Accountmanager: ‘Vrijwilligers is lastig, kunnen ook niet een trainer zeggen dat hij meer moet doen dan alleen zijn lessen draaien. Maar kunnen wel aangeven wat belangrijk is en hoe ze bepaalde stappen kunnen nemen.’

Nu is er vaak wel een vrijwilliger die de trainingen wil geven, maar geen tijd of zin heeft om de opleiding te volgen. Dit is vaak iemand die iedereen op de club goed kent en zelf kan tennissen, alleen de licentie ontbreekt. De KNLTB is nu steeds strenger aan het controleren dat iedereen die les geeft, een geldige licentie heeft.

Accountmanager: ‘Heel moeilijk om een trainer te vinden. Vaak wel een vrijwilliger die les wil geven en de club goed kent. Binnen een kring kunnen we kijken hoe we daar maatwerk kunnen leveren.’ Hierdoor vallen de vrijwilligers die wel een les willen draaien op de club weg. Dan zit een vereniging vaak zonder trainer of met een trainer die nul binding heeft met de vereniging. Zo wil de KNLTB op

elke vereniging een trainer met een geldige licentie, maar dit is niet overal mogelijk, volgens 3/4 accountmanagers.

Accountmanager: ‘Eventueel met trainers uitzonderingen maken. Die dorpsgek die het hele dorp kent en mensen kan activeren mag geen les geven en dan komt er iemand van de tennisschool met nul binding.’

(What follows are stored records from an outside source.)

def classify_layer(
    sites: Sites,
    rule: LayerRule,
    scale_to_wafer: float,
    grid_nm: float = 1.0,
    metrics: list[Metrics] | None = None,
    which_cut: np.ndarray | None = None,
    cuts: list | None = None,
    tile_nm: tuple[float, float, float, float] | None = None,
    defer_hints: bool = False,
) -> list[Finding]:
    """Findings (one per region) for the sites of one layer.

    ``metrics[which_cut[k]]`` are the image metrics of site ``k`` (-1: not
    imaged).  Sites merge into a region when their pitches differ by at most
    ``max(pitch_tolerance_nm, SNAP_PITCH_SPREAD * grid_nm)`` (drawn nm).
    With ``tile_nm`` (a tile of a tiled scan) each finding keeps its sites
    that sites of other tiles could touch (:attr:`Finding.border_sites`).
    With ``defer_hints`` findings get an empty hint and the key to make it
    from (:attr:`Finding.hint_key`, see :func:`hint_text`).
    """
    severity, results, which, found = judge_sites(sites, rule, scale_to_wafer, metrics, which_cut)
    flagged = np.flatnonzero(severity < OK)
    if len(flagged) == 0:
        return []
    fs = sites.take(flagged)
    sev = severity[flagged]
    cut_of = which_cut[flagged] if which_cut is not None else np.full(len(flagged), -1)
    tol = max(rule.pitch_tolerance_nm / scale_to_wafer, SNAP_PITCH_SPREAD * grid_nm)
    labels = _regions(fs, sev, tol)
    order = np.argsort(labels, kind="stable")
    bounds = np.flatnonzero(np.diff(labels[order])) + 1
    corners_all = fs.corners()
    pitch_all = fs.pitch
    angle_all = fs.orientation_deg
    normal_all = fs.normal
    mid_all = fs.midpoints()
    near_border = None
    if tile_nm is not None:
        reach = rule.ambit_nm / scale_to_wafer + 2.0 * grid_nm
        near_border = _near_border(corners_all, tile_nm, reach)
    out = []
    for members in np.split(order, bounds):
        # The worst site: most severe, then smallest pitch (finite pitches first).
        # Ties broken by position, so the choice does not depend on site order.
        mids = mid_all[members]
        rank = np.lexsort(
            (
                np.round(mids[:, 0], 3),
                np.round(mids[:, 1], 3),
                np.round(pitch_all[members], 3),
                sev[members],
            )
        )
        worst = members[rank[0]]
        code = int(sev[worst])
        w_idx, c_idx = int(which[flagged[worst]]), int(cut_of[worst])
        res = results[w_idx]
        vs = found[(w_idx, c_idx)]
        m = metrics[c_idx] if (metrics and c_idx >= 0) else None
        d = fs.direction[worst]
        nrm = np.array([d[1], -d[0]])
        pts = corners_all[members].reshape(-1, 2)
        pu, pv = pts @ d, pts @ nrm
        u0, u1, v0, v1 = pu.min(), pu.max(), pv.min(), pv.max()
        outline = tuple(
            (float(x), float(y))
            for x, y in (d * u0 + nrm * v0, d * u1 + nrm * v0, d * u1 + nrm * v1, d * u0 + nrm * v1)
        )
        # The box of the outline (not of the sites): the same whether a region
        # was found whole or merged from tiles.
        ol = np.array(outline)
        bbox = (
            float(ol[:, 0].min()),
            float(ol[:, 1].min()),
            float(ol[:, 0].max()),
            float(ol[:, 1].max()),
        )
        line_points = _line_points(fs, normal_all, members)
        lines = count_lines(line_points, canonical_normal(normal_all[worst]), grid_nm)
        pitch_drawn = float(pitch_all[worst])
        width_drawn = float(fs.width[worst])
        top = vs[0]
        pitch_angle = math.degrees(math.atan2(normal_all[worst][1], normal_all[worst][0]))
        key = hint_key(
            vs,
            res.cutoff_pitch_nm,
            width_drawn * scale_to_wafer,
            pitch_drawn * scale_to_wafer,
            pitch_angle,
            scale_to_wafer,
        )
        hint = "" if defer_hints else hint_text(rule, key)
        limit = f"{top.check}: {top.value:.4g} against {top.limit:.4g}"
        context = cuts[c_idx].context if (cuts and c_idx >= 0) else ""
        cut = cuts[c_idx] if (cuts and c_idx >= 0) else None
        mid = mid_all[worst]
        border = (
            None
            if near_border is None
            else _site_rows(corners_all, angle_all, pitch_all, members[near_border[members]])
        )
        message = top.message
        if context == "outer" and top.check in IMAGE_CHECKS:
            message += " (at the last line of the array)"
        elif context == "alone" and top.check in IMAGE_CHECKS:
            message += " (isolated line)"
        out.append(
            Finding(
                layer=rule.name,
                source=rule.source,
                exposure=rule.exposure_name,
                check=top.check,
                severity=SEVERITIES[code],
                pitch_nm=round(pitch_drawn, 3),
                pitch_max_nm=round(float(pitch_all[members].max()), 3),
                width_nm=round(width_drawn, 3),
                space_nm=round(float(fs.space[worst]), 3),
                wafer_pitch_nm=round(pitch_drawn * scale_to_wafer, 3),
                k1=round(res.k1, 4),
                orientation_deg=round(float(angle_all[worst]), 3),
                orders=res.orders,
                orders_on_axis=res.orders_on_axis,
                two_beam_fraction=round(res.two_beam_fraction, 4),
                cutoff_pitch_nm=round(res.cutoff_pitch_nm, 3),
                lines=lines,
                periodicity=_periodicity(lines, rule.dense_min_lines),
                sites=len(members),
                run_nm=round(float(u1 - u0), 3),
                bbox_nm=bbox,
                outline_nm=outline,
                limit=limit,
                message=message,
                hint=hint,
                contrast=round(m.contrast, 4) if m else math.nan,
                nils=round(m.nils, 3) if m else math.nan,
                cd_nm=round(m.cd_nm, 2) if m and math.isfinite(m.cd_nm) else math.nan,
                cd_error_pct=round(m.cd_error_pct, 2) if m else math.nan,
                el_pct=round(m.el_pct, 2) if m else math.nan,
                dof_nm=round(m.dof_nm, 1) if m else math.nan,
                violations=tuple(vs),
                context=context,
                cut_bounds_nm=tuple(round(b * scale_to_wafer, 3) for b in cut.bounds)
                if cut
                else (),
                cut_angle_deg=round(pitch_angle % 360.0, 3),
                cut_origin_nm=(float(mid[0]), float(mid[1])),
                threshold=round(m.threshold, 5) if m else math.nan,
                line_points=line_points,
                border_sites=border,
                extent_nm=_hull(corners_all[members].reshape(-1, 2))
                if border is not None and len(border)
                else None,
                hint_key=key if defer_hints else None,
            )
        )
    out.sort(key=lambda f: (f.severity_rank, f.k1, f.bbox_nm))
    return out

De samenwerking tussen een trainer en een vereniging is belangrijk. Een trainer is een goede verbinder op de vereniging. Je zou met verschillende clubs kunnen investeren in een trainer, die voor alle verenigingen trainingen gaat geven, teams gaat samen stellen, wervingsacties gaat opzetten en zorgt voor meerdere activiteiten op de club, volgens 3/4 accountmanagers. Door samen met verenigingen dit te organiseren, kan je het aantal leden verdelen. Zo wordt het dus makkelijker om trainingsgroepen te vormen, meerdere activiteiten te organiseren en club overstijgend teams te maken. Door te investeren in een trainer met verschillende kleine verenigingen, kan je samen zorgen voor een betere toekomst voor tennis. Hierbij is het wel belangrijk, dat de desbetreffende verenigingen dezelfde contributie innen. Wanneer er grote verschillen zitten tussen de contributies, zullen de leden van de goedkoopste club lid worden omdat ze overal kunnen gaan tennissen.

Tennisexperts: ‘Ik kwam bij die kringen in het noorden, wat je daar ook ziet, problemen met trainer betrekken bij je vereniging als verbindende factor. Dan zie je daar dat ze geen trainer te vinden, of een trainer die ze delen bij andere verenigingen. Die gaat niet voor alles wat organiseren.’

8.2. Conclusie

De tennistrainer is een van de belangrijkste schakels voor een vereniging. De trainer kan leden enthousiasmeren om iets te doen voor een vereniging, zorgen voor extra clubmomenten en dat er veel getennist wordt. Bij de kleine verenigingen gaat dat wat lastiger, omdat er per vereniging minder mensen zijn die les willen. Hierdoor geven trainers vaak op verschillende verenigingen les en is de binding per vereniging minder goed. Het is ook niet realistisch om aan een trainer te vragen of hij de ledenwerving doet voor vier verschillende verenigingen. Door daarin met verschillende verenigingen samen te investeren in een goede trainer en een gemeenschappelijk beleid, kan je daarin één geheel vormen.

8.3. Bouwstenen voor advies

Bouwsteen 30: Investeer met verschillende vereniging in een goede leraar en zet samen een plan waar de trainer en de verenigingen winst uithalen op het gebied van trainingen, jeugd, activiteiten en ledenwering en behoud.

Bouwsteen 31: De trainer is een van de belangrijkste schakels in het gezond houden van een tennisvereniging.